What you are asked to do.
Filter the lines below, copying only those with the string "secondReminderDays".

Source data.
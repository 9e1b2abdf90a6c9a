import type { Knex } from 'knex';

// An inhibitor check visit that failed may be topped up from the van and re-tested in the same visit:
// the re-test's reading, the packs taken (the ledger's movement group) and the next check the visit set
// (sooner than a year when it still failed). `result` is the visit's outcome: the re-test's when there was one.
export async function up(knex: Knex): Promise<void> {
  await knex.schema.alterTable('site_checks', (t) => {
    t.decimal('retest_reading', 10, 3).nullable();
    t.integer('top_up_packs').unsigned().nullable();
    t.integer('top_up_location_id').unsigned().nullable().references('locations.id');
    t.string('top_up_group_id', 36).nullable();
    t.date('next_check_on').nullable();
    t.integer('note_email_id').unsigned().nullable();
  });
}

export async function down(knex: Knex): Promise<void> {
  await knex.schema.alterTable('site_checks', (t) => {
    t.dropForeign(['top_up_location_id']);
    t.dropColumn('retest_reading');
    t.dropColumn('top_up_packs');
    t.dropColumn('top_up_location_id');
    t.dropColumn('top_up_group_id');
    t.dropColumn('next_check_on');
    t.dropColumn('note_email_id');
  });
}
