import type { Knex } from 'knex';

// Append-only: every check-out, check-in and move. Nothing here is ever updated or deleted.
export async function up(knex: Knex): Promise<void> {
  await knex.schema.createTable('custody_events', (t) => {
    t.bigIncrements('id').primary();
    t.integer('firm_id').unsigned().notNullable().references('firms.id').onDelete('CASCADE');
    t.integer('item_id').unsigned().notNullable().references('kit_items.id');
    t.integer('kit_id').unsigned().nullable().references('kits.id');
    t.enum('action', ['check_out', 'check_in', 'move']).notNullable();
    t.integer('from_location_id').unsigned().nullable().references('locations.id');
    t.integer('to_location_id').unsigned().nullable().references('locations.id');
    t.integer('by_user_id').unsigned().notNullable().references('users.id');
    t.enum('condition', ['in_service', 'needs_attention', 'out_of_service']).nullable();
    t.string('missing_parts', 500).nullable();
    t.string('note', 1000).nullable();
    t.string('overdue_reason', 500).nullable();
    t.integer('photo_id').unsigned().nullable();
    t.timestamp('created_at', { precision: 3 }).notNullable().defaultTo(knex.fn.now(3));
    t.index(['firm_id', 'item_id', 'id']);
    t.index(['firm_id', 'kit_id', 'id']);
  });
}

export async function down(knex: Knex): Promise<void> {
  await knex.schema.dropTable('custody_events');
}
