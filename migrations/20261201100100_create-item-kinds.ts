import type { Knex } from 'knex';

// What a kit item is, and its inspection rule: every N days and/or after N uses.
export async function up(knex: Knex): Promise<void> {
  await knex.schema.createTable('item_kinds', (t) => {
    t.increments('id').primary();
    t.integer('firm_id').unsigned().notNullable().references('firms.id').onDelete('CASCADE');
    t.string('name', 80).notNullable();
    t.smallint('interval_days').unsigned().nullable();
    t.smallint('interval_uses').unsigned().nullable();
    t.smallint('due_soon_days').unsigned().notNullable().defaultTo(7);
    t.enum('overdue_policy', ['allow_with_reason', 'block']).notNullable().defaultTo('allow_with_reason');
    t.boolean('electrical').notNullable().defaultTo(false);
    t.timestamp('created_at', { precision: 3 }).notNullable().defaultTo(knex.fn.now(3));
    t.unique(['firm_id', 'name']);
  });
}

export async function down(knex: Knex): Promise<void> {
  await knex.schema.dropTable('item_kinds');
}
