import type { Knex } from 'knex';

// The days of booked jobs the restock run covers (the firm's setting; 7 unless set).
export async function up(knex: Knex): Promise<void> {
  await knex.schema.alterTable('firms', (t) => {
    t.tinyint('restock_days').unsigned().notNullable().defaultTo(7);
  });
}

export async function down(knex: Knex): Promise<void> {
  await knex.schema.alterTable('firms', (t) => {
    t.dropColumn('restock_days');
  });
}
--
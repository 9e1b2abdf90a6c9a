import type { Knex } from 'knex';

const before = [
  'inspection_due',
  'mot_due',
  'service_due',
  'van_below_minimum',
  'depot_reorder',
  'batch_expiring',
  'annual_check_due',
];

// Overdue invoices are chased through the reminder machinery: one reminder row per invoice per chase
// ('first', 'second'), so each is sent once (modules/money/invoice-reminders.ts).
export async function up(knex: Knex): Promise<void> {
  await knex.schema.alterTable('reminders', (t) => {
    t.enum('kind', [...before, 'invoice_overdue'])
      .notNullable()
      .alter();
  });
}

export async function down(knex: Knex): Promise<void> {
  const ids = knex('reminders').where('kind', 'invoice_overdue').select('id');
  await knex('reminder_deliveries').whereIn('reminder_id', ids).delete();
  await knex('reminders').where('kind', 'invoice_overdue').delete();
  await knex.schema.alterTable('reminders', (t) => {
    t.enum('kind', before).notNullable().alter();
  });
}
...
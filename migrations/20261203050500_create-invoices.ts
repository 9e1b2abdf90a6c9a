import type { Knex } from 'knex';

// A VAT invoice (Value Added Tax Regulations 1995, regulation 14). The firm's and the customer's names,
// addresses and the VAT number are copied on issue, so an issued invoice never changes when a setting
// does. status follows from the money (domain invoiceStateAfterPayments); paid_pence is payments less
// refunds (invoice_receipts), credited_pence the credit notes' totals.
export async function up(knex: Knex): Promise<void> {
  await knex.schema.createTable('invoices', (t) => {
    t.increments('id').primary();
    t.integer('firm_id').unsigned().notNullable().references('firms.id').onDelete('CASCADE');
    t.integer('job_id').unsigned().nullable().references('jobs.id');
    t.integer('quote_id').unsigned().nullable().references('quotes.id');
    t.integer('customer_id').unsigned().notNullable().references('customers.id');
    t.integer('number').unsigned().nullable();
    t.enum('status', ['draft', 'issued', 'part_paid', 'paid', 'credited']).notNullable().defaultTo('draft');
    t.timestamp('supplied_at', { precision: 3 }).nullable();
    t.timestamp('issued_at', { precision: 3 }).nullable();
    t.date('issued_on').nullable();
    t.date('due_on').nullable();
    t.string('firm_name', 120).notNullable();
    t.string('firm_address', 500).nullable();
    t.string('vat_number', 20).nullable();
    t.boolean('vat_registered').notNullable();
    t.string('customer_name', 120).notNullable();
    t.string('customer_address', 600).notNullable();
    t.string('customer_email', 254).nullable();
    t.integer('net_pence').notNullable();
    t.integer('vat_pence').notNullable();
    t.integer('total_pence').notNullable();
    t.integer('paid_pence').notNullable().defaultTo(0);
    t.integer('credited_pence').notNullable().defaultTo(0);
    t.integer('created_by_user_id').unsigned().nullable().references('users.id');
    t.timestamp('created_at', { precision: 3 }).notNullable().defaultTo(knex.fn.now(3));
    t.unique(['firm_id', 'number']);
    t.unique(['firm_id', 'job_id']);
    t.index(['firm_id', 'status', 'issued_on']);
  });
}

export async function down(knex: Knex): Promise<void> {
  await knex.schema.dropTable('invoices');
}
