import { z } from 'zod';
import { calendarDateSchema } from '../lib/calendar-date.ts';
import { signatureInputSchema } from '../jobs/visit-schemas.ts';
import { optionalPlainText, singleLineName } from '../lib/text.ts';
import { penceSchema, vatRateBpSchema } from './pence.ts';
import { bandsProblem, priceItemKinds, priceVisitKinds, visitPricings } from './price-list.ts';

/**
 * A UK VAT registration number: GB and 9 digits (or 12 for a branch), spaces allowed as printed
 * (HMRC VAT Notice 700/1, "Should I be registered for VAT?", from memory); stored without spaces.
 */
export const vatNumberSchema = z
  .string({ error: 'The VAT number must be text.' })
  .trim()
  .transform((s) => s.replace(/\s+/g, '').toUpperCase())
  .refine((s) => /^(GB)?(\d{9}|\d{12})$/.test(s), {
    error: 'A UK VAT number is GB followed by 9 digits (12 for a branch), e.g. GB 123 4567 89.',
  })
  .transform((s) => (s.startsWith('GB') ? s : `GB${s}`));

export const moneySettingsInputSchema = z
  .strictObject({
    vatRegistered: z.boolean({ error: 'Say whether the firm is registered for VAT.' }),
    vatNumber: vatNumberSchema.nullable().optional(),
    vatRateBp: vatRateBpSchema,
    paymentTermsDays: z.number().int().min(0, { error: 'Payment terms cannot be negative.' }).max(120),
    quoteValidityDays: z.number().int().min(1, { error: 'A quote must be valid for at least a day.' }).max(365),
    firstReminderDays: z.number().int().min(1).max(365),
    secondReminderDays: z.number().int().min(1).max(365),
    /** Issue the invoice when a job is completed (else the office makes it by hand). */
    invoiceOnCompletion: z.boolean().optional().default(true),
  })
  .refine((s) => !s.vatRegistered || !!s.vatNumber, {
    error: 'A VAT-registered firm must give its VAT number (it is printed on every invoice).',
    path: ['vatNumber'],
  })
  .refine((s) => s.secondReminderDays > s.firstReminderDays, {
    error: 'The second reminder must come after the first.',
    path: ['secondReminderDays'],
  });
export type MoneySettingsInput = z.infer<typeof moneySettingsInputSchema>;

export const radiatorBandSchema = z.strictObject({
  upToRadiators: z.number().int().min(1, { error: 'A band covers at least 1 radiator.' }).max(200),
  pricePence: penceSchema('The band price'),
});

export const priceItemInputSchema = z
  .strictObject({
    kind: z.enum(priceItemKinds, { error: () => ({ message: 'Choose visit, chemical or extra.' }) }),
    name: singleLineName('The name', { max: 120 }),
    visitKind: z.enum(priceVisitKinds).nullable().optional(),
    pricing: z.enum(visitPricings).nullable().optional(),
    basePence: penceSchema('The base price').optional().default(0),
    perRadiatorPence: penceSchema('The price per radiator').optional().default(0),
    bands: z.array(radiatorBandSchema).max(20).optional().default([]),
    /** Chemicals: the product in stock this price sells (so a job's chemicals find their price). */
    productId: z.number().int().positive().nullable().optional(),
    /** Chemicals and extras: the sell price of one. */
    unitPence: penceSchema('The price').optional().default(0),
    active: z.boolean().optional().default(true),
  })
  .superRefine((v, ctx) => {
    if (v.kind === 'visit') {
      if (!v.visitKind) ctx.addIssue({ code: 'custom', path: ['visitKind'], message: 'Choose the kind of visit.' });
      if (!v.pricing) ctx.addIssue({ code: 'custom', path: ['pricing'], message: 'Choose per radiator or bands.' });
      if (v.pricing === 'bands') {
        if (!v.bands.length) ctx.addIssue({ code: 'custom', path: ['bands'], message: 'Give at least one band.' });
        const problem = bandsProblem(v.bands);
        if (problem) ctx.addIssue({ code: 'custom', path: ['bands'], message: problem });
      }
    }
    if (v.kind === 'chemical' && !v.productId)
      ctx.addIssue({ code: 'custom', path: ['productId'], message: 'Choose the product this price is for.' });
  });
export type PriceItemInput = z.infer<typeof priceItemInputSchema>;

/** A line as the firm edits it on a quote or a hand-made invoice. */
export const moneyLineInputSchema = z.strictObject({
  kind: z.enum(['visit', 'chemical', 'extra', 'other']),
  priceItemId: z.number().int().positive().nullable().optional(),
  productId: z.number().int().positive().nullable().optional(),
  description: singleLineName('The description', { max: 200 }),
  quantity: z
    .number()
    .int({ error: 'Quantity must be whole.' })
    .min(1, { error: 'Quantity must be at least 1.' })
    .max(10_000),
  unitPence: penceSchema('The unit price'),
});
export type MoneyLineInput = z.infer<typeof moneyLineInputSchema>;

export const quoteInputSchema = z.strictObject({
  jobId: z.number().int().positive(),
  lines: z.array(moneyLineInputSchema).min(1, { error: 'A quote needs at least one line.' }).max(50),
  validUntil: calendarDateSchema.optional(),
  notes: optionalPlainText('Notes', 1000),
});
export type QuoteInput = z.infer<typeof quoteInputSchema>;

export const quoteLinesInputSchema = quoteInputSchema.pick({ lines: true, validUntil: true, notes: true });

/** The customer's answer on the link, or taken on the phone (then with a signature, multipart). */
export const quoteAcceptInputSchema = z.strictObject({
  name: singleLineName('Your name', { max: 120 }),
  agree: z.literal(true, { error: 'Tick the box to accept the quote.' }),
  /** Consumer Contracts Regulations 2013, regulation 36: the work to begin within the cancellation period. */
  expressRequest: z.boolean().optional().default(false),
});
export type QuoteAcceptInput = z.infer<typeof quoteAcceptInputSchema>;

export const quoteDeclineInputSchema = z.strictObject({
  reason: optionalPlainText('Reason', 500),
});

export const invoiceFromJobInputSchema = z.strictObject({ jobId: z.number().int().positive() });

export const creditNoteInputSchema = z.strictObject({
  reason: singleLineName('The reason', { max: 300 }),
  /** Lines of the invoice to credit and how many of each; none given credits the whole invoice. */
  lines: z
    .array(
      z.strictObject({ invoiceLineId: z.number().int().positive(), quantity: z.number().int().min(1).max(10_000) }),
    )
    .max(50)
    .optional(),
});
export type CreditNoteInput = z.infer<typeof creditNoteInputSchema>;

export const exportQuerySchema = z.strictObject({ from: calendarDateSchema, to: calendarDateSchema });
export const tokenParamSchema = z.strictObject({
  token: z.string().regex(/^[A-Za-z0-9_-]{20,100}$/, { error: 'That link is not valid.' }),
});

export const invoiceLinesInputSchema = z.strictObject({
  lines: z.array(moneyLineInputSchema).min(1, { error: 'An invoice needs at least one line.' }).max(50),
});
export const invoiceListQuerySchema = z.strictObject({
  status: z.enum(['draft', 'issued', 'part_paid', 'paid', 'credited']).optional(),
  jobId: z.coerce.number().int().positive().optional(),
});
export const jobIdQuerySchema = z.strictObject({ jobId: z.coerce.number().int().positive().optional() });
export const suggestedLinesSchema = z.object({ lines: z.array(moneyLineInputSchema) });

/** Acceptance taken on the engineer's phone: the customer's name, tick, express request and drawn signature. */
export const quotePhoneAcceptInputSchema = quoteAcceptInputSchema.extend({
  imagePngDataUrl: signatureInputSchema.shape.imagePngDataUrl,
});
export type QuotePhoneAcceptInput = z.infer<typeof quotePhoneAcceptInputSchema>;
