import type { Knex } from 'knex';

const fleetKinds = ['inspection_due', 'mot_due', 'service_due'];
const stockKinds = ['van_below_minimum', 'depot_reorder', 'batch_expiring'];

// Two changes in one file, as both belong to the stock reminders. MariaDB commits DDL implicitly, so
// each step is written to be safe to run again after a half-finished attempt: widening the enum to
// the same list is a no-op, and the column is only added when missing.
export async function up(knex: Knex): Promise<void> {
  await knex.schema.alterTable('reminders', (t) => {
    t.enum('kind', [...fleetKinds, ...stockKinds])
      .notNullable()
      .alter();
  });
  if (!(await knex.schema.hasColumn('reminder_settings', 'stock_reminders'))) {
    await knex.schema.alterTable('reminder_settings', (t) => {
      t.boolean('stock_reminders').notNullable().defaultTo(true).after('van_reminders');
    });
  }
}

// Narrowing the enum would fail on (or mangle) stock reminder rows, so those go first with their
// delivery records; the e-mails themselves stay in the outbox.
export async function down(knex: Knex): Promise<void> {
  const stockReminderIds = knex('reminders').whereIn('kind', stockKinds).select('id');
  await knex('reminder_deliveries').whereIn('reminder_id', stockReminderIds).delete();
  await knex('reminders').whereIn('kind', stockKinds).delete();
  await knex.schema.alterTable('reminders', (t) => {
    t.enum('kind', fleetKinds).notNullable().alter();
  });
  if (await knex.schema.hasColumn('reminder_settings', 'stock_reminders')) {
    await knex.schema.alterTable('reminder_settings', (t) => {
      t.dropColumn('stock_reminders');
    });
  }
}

Answer area.
    secondReminderDays: z.number().int().min(1).max(365),
  .refine((s) => s.secondReminderDays > s.firstReminderDays, {
    path: ['secondReminderDays'],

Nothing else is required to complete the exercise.